Problem description: Every line containing the string "triggers" is to be copied from the records.

================

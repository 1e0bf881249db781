"""The C firmware library from Python: built with the system C compiler on first use, called through ctypes.

`FirmwareDetector` is one board's library instance (detector, exclusive groups, sliders: the same calls a
board's main loop makes, `pt_detect_frame` then `pt_groups_frame` then `pt_sliders_frame`, frame by
frame) over blocks of readings. It knows nothing of `processing` (devices may not import it): settings
are any objects with the profile's setting attributes, events come back as `RawEvent` tuples, and
front ends map them (`tui/firmware_engine.py`).

Building: `library_path()` compiles `pt_*.c` and the host glue `binding/pt_batch.c` with `$CC` (default
`cc`) into a per-user cache (`$PADTUNE_CACHE_DIR`, else `$XDG_CACHE_HOME/padtune`, else
`~/.cache/padtune`), named by a hash of the sources, the compiler and the flags, so an edited source or
another compiler builds anew and an unchanged one is reused. It compiles to a temporary name in the same
directory and renames it into place, so processes building at once never load a half-written library.
No compiler, or one that fails, raises `FirmwareUnavailable` (a one-line `UserError`).
"""

from __future__ import annotations

import ctypes
import hashlib
import os
import shlex
import shutil
import subprocess
import tempfile
from collections.abc import Sequence
from functools import cache
from pathlib import Path
from typing import Any, NamedTuple

import numpy as np

from protocol.errors import UserError

HERE = Path(__file__).resolve().parent
LIBRARY_SOURCES = ("pt_detect.c", "pt_groups.c")  # the detector's part of the firmware library
GLUE_SOURCE = "binding/pt_batch.c"
HEADERS = ("pt_types.h", "pt_detect.h", "pt_groups.h")
CFLAGS = ("-std=c99", "-O2", "-fPIC", "-shared", "-Wall", "-Wextra", "-Werror", "-pedantic")
INSTALL_HINT = "install one (Debian/Ubuntu: apt-get install gcc) or point CC at it"

# The profile's setting keys, in pt_settings_t's field names (processing.settings.SETTING_KEYS).
SETTING_KEYS = ("threshold_counts", "hysteresis_counts", "touch_debounce_frames",
                "release_debounce_frames", "baseline_slow_shift", "baseline_fast_shift",
                "baseline_period_frames", "stuck_timeout_frames")
INT32_MIN, INT32_MAX = -(1 << 31), (1 << 31) - 1
NONE = 0xFFFF  # PT_NONE
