def refit_document(result) -> Document:
    """``deviation refit``: per sensor and state how the figures and the card change, what
    causes it, and whether a new swing is advised."""
    rows = []
    for st in result.states:
        unit = st.unit
        tone = Tone.BAD if st.swing_advised else (Tone.GOOD if st.used else Tone.MUTED)
        advised = "ADVISED" if st.swing_advised else "no"
        rows.append((cell(st.sensor), cell(st.state + ("" if st.used else " (not used)")),
                     figure(st.held_before, unit), figure(st.held_after, unit),
                     figure(st.level_before_deg, Unit.DEGREES),
                     figure(st.level_after_deg, Unit.DEGREES),
                     cell(st.card_change_deg, 2, suffix="°", tone=tone),
                     Cell(advised, advised, None, tone)))
    columns = (Column("sensor", wrap=True), Column("state", wrap=True),
               Column("held before", numeric=True), Column("held after", numeric=True),
               Column("level before", numeric=True), Column("level after", numeric=True),
               Column("card change", numeric=True), Column("new swing"))
    blocks: list = [Paragraph(
        "held: each plan's own figure held against the budget (the new one as if adjusted "
        "afresh); level: the level deviation the compass shows, largest over headings; card "
        "change: the largest change of the deviation card over headings, the correctors left as "
        f"set for the earlier plan. A new swing is advised above {result.threshold_deg:g}° (rule "
        "of thumb, no published source).")]
    if result.notes:
        blocks.append(Bullets(tuple(refit_note_text(n) for n in result.notes), Tone.WARN))
    if result.triggers:
        aviation = result.profile == "aviation"
        blocks.append(Paragraph(
            "Occasions for a swing the refit meets (FAA AC 43.13-1B CHG 1, par. 12-37a"
            + ("): each calls a new swing." if aviation else
               ", for aircraft; in this plan's profile the card change decides):")))
        blocks.append(Bullets(tuple(words.trigger_text(t) for t in result.triggers),
                              Tone.WARN if aviation else Tone.PLAIN))
    blocks.append(Table(columns, tuple(rows)))
    causes = []
    for st in result.states:
        found = [d for d in st.differences if d.size_deg >= NO_VISIBLE_CHANGE_DEG / 10]
        if found:
            causes.append(f"{st.sensor}, {st.state}: " + "; ".join(
                f"{d.name} ({', '.join(d.how)}): {d.size_deg:.2f}°" for d in found[:5]))
    cause_blocks = (Bullets(tuple(causes)),) if causes else (Paragraph("nothing at the sensors"),)
    advised = result.swing_advised
    recap = (Paragraph("A new swing is advised." if advised else
                       "No new swing is needed for the wiring changes.",
                       Tone.BAD if advised else Tone.GOOD),)
    sections = (Section("Per sensor and state", tuple(blocks), sheet="refit"),
                Section("Caused by (each change's own field at the sensor, as a deviation)",
                        cause_blocks, sheet="causes"))
    return Document("refit", "Refit", (f"earlier plan {result.old_source}",
                                       f"new plan {result.new_source}"), sections,
                    words.CAUTIONS, recap=recap, data=refit_json(result), stamp=stamp())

================

Answer to the exercise:
    if result.triggers:
        blocks.append(Bullets(tuple(words.trigger_text(t) for t in result.triggers),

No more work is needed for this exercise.